What is the status of altering a column that has already been altered in a @tranform
block with DataFramesMeta?
I have a dataframe with some messy descriptions in years and months in spanish, and I need to do some cleaning before I can use regex to get two numeric columns for years and months.
df = DataFrame(length_of_contact = ["25 AÑOS", "5 años 9 meses", "15 años "])
df = @transform(df,
length_of_contact = lowercase.(:length_of_contact),
length_of_contact = replace.(:length_of_contact, "Ñ", "n"),
length_of_contact = replace.(:length_of_contact, "ñ", "n"),
length_of_contact = replace.(:length_of_contact, "7meses", "7 meses"))
The issue is that each time I refer to :length_of_contact
, DataFramesMeta refers to the column :length_of_contact
before the beginning of the @tranform
block. Rather, I would like to perform a set of small sequential changes on the variable.
Am I going about this process the wrong way? Or is there a PR in the 0.7
build that might fix this (I am using 0.6.2
)? Obviously, i could imagine that this isn’t trivial due to the metaprogramming involved.
Thanks
My guess is that when you write it like that it does not work them sequentially as you might expect.
You could try
df = @linq df |>
transform(length_of_contact = lowercase.(:length_of_contact)) |>
transform(length_of_contact = replace.(:length_of_contact, "Ñ", "n")) |>
transform(length_of_contact = replace.(:length_of_contact, "ñ", "n")) |>
transform(length_of_contact = replace.(:length_of_contact, "7meses", "7 meses"))
Why not apply all operations at the same time?
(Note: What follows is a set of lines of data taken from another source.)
@pytest.mark.parametrize(
    "shape, block, jobs",
    [
        ((64, 64, 64), (8, 1024, 1024), 2),  # a volume smaller than a block
        ((2, 1100, 300), (2, 1024, 1024), 1),  # just over one block in y
        ((3, 70, 90), (8, 512, 512), 3),  # fewer sections than jobs x blocks
        ((5, 1000, 1000), (2, 300, 300), 4),
    ],
)
def test_blocks_are_sized_to_the_volume(shape, block, jobs):
    # Geometry facts: a block of at most b px cannot cover n px in fewer than ceil(n / b)
    # blocks; each block classifies its core (extended to the align grid) and the halo on
    # both sides as far as it lies inside the volume (extended likewise), counted here block by
    # block by clipping the window's corners to the volume.
    halo, align = 40, 8
    plan = plan_shards(shape, block=block, halo=halo, align=align, jobs=jobs)
    most = [block[0]] + [-(-b // align) * align for b in block[1:]]
    cover = np.zeros(shape, int)
    window = 0
    ys, xs = set(), set()
    for z0, z1, y0, y1, x0, x1 in plan["blocks"]:
        cover[z0:z1, y0:y1, x0:x1] += 1
        assert z1 - z0 <= most[0] and y1 - y0 <= most[1] and x1 - x0 <= most[2]
        ys.add((y0, y1))
        xs.add((x0, x1))
        ends = [-(-n // align) * align for n in shape[1:]]
        y_end, x_end = y0 + -(-(y1 - y0) // align) * align, x0 + -(-(x1 - x0) // align) * align
        rows = np.clip([y0 - halo, y_end + halo], 0, ends[0])
        cols = np.clip([x0 - halo, x_end + halo], 0, ends[1])
        window += (z1 - z0) * np.diff(rows)[0] * np.diff(cols)[0]
    assert (cover == 1).all()
    assert plan["block"][1] <= shape[1] and plan["block"][2] <= shape[2]  # never above the volume
    assert len(ys) == -(-shape[1] // most[1]) and len(xs) == -(-shape[2] // most[2])
    for edges in (ys, xs):  # near-equal: no strip much thinner than the others
        sizes = [b - a for a, b in edges]
        assert max(sizes) - min(sizes) <= align * len(sizes)
    assert halo_overhead(plan) == pytest.approx(window / np.prod(shape))
    # every job has work while there are at least as many sections as jobs
    assert all(plan["jobs"][j] for j in range(min(jobs, shape[0] * len(ys) * len(xs))))


@pytest.mark.parametrize(
    "kwargs, message",
    [
        (
            dict(block=(1, 32, 32), halo=40),
            "predict.block [1, 32, 32] is smaller in y or x than the model's halo of 40 px",
        ),
        (
            dict(block=(1, 512, 512), halo=600, max_halo=512),
            "the model's receptive field needs a halo of 600 px, more than predict.max_halo = 512",
        ),
        (dict(block=(1, 64, 64), halo=8, jobs=0), "predict.shard_jobs must be an integer >= 1"),
        (dict(block=(0, 64, 64), halo=8), "predict.block must be 3 positive integers"),
    ],
)
def test_bad_plans_are_refused(kwargs, message):
    kwargs = {"align": 4, "jobs": 2, **kwargs}
    with pytest.raises(TesseraInputError, match=re.escape(message)):
        plan_shards((4, 128, 128), **kwargs)


@pytest.mark.parametrize("output_sigma", [0.0, 1.5])
def test_stitched_map_equals_the_whole_volume_in_one_piece(study, output_sigma):
    # The property that makes results independent of how the work was cut up: float output
    # within 1e-6 of predicting each section whole, for two block sizes and job counts, with
    # and without smoothing of the output.
    whole = whole_volume(study, output_sigma)
    halo = receptive_radius(study["spec"], output_sigma=output_sigma)
    maps = []
    for name, block, jobs in (("a", (2, halo, halo), 3), ("b", (5, 2 * halo, 2 * halo), 2)):
        out = run(
            study, f"float_{name}_{output_sigma}", block=block, jobs=jobs, output_sigma=output_sigma
        )
        _, info = open_image(out / "probability.ome.zarr")
        maps.append(info["levels"][0][:])
        assert info["spacing"] == (40.0, 8.0, 8.0)
    assert np.abs(maps[0] - whole).max() <= 1e-6
    assert np.abs(maps[1] - whole).max() <= 1e-6


def test_smoothing_across_sections_stitches_to_the_whole_volume_and_equals_scipy(study):
    # Each section's in-plane smoothed map, smoothed along z: the reference is
    # scipy.ndimage.gaussian_filter1d (mode "reflect", truncate 4) over the stack of whole
    # sections, the same as the maps mirrored beyond the first and last section. Blocks of one,
    # two and five sections (a block then predicts the sections within the smoothing's reach
    # around it) stitch to it within 1e-6, and `auto` resolves to 0.6 for this 2D cascade.
    sigma, sigma_z = 1.5, 0.6
    plane = whole_volume(study, sigma)
    reference = ndimage.gaussian_filter1d(plane, sigma_z, axis=0, mode="reflect", truncate=4.0)
    assert np.abs(smooth_across_sections(plane, sigma_z) - reference).max() <= 1e-6
    assert np.abs(plane - reference).max() > 1e-3  # the premise: it changes the maps
    one = predict_section(
        study["models"], study["volume"], 0, output_sigma=sigma, output_sigma_z=sigma_z
    )
    assert np.abs(one - reference[0]).max() <= 1e-6
    halo = receptive_radius(study["spec"], output_sigma=sigma)
    for name, depth, jobs in (("z1", 1, 3), ("z2", 2, 2), ("z5", 5, 1)):
        out = run(
            study,
            f"across_{name}",
            block=(depth, 2 * halo, 2 * halo),
            jobs=jobs,
            output_sigma=sigma,
            output_smoothing_sections="auto",
        )
        group, info = open_image(out / "probability.ome.zarr")
        assert np.abs(info["levels"][0][:] - reference).max() <= 1e-6, name
        assert read_plan(out / "plan.json")["output_sigma_z"] == sigma_z
        assert group.attrs["tessera"]["probability"]["output_smoothing_sections"] == sigma_z


def test_held_out_tiles_are_smoothed_across_sections_as_the_volume_is(study):
    # The threshold is chosen on tiles; it must see the maps the volume's objects are cut from.
    # A tile on the block grid, predicted on the sections the smoothing reads (mirrored beyond
    # the first and last), equals that region of the stitched volume's reference (scipy).
    sigma, sigma_z = 1.5, 0.6
    plane = whole_volume(study, sigma)
    reference = ndimage.gaussian_filter1d(plane, sigma_z, axis=0, mode="reflect", truncate=4.0)
    align = study["spec"].align
    rows = pd.DataFrame(
        [
            {"tile_id": f"t{z}", "dataset": "d", "z": z, "y0": align, "x0": 2 * align}
            | {"height": 32, "width": 40}
            for z in (0, 2, 4)
        ]
    )
    tiles = tile_probabilities(
        study["models"], {"d": study["volume"]}, rows, output_sigma=sigma, output_sigma_z=sigma_z
    )
    for row in rows.itertuples():
        region = reference[row.z, row.y0 : row.y0 + 32, row.x0 : row.x0 + 40]
        assert np.abs(tiles[row.tile_id] - region).max() <= 1e-6, row.tile_id


def test_a_section_qc_excluded_is_read_as_its_stand_in_by_the_sections_around(study, tmp_path):
    # With neighbours 1, sections 1 and 3 read section 2. QC excluded it (blank, say): every
    # shard job reads section 1 in its place, so the stitched map equals predicting each section
    # whole from the volume with section 2 replaced by a copy of section 1 (numpy.take of the
    # stand-in index), and the plan and the map's metadata record the stand-in.
    qc = tmp_path / "sections.tsv"
    qc.write_text("z\texcluded\n0\tFalse\n1\tFalse\n2\tTrue\n3\tFalse\n4\tFalse\n")
    replaced = np.take(study["volume"], [0, 1, 1, 3, 4], axis=0)
    expected = np.stack([predict_section(study["models"], replaced, z) for z in range(5)])
    halo = receptive_radius(study["spec"])
    out = run(study, "stand_in", block=(2, 2 * halo, 2 * halo), jobs=2, qc_table=qc)
    group, info = open_image(out / "probability.ome.zarr")
    assert np.abs(info["levels"][0][:] - expected).max() <= 1e-6
    assert read_plan(out / "plan.json")["section_stand_ins"] == [[2, 1]]
    assert group.attrs["tessera"]["probability"]["section_stand_ins"] == [[2, 1]]
    # the premise: without the stand-in, the sections beside it read section 2's own image
    plain = predict_section(study["models"], study["volume"], 3)
    assert np.abs(plain - expected[3]).max() > 1e-3


def test_stitched_map_with_cross_section_context_equals_the_whole_volume(xsec_study):
    # With context from the sections around, blocks of one section or of all five (each
    # section read with its own z halo from the stored image, mirrored beyond the first and
    # last section) stitch to the
    # same numbers as predicting each section in one piece: bit for bit when a block spans the
    # section in-plane, and within 1e-6 for small blocks (frames of another size put rows at
    # other places in the BLAS kernels' blocking), as without context.
    assert z_halo(xsec_study["spec"]) == 2
    whole = whole_volume(xsec_study)
    halo = receptive_radius(xsec_study["spec"])
    out = run(xsec_study, "xsec_plane", block=(1, 256, 256), jobs=3)
    np.testing.assert_array_equal(
        open_image(out / "probability.ome.zarr")[1]["levels"][0][:], whole
    )
    # one block of every section: consecutive sections share the maps of the ones around
    out = run(xsec_study, "xsec_block", block=(5, 256, 256), jobs=1)
    np.testing.assert_array_equal(
        open_image(out / "probability.ome.zarr")[1]["levels"][0][:], whole
    )
    out = run(xsec_study, "xsec_small", block=(2, halo, halo), jobs=2)
    small = open_image(out / "probability.ome.zarr")[1]["levels"][0][:]
    assert np.abs(small - whole).max() <= 1e-6


def test_uint8_map_is_byte_identical_and_valid_ngff(study):
    whole = encode_probability(whole_volume(study), "uint8")
    out = run(study, "uint8", block=(3, 64, 64), jobs=2, dtype="uint8")
    group, info = open_image(out / "probability.ome.zarr")
    assert info["levels"][0][:].tobytes() == whole.tobytes()
    assert info["extra"]["probability"]["scale"] == 255.0
    assert [a.shape for a in info["levels"]] == [(5, 70, 90), (5, 35, 45)]
    Image.from_zarr(group)  # NGFF 0.5 reference implementation (ome-zarr-models)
I.e. lowercase.(replace.(replace.(...)))
? That should also be more efficient.
Yes I am trying to use Lazy.jl to do this right now. Hopefully I will figure it out!
EDIT: I was able to figure it out, for the most part.
This works:
df = @transform(df,
length_of_contact = @> :length_of_contact lowercase.() replace.("ñ", "n"))
But this throws an error:
df = @transform(df,
length_of_contact = @> :length_of_contact
lowercase.()
replace.("ñ", "n"))
It tells me
ERROR: LoadError: syntax: missing comma or ) in argument list
Stacktrace:
[1] include_from_node1(::String) at .\loading.jl:576
[2] include(::String) at .\sysimg.jl:14
while loading C:\Users\Pdeffebach\Documents\cleaning\julia_cleaning.jl, in expression starting on line 49
I think the second way is much more readable. Does anyone know how hard it would be to get Lazy to work with new lines like that?
@> begin
:length_of_contact
lowercase.()
replace.("ñ", "n"))
end
1 Like
This is it, thanks!
This syntax is incredibly readable and concise. Thanks to the contributors of Lazy.jl and DataFramesMeta.jl! I am working on something that compares a data cleaning task in Stata and Julia, and I was expecting Stata to be more readable, but maybe not!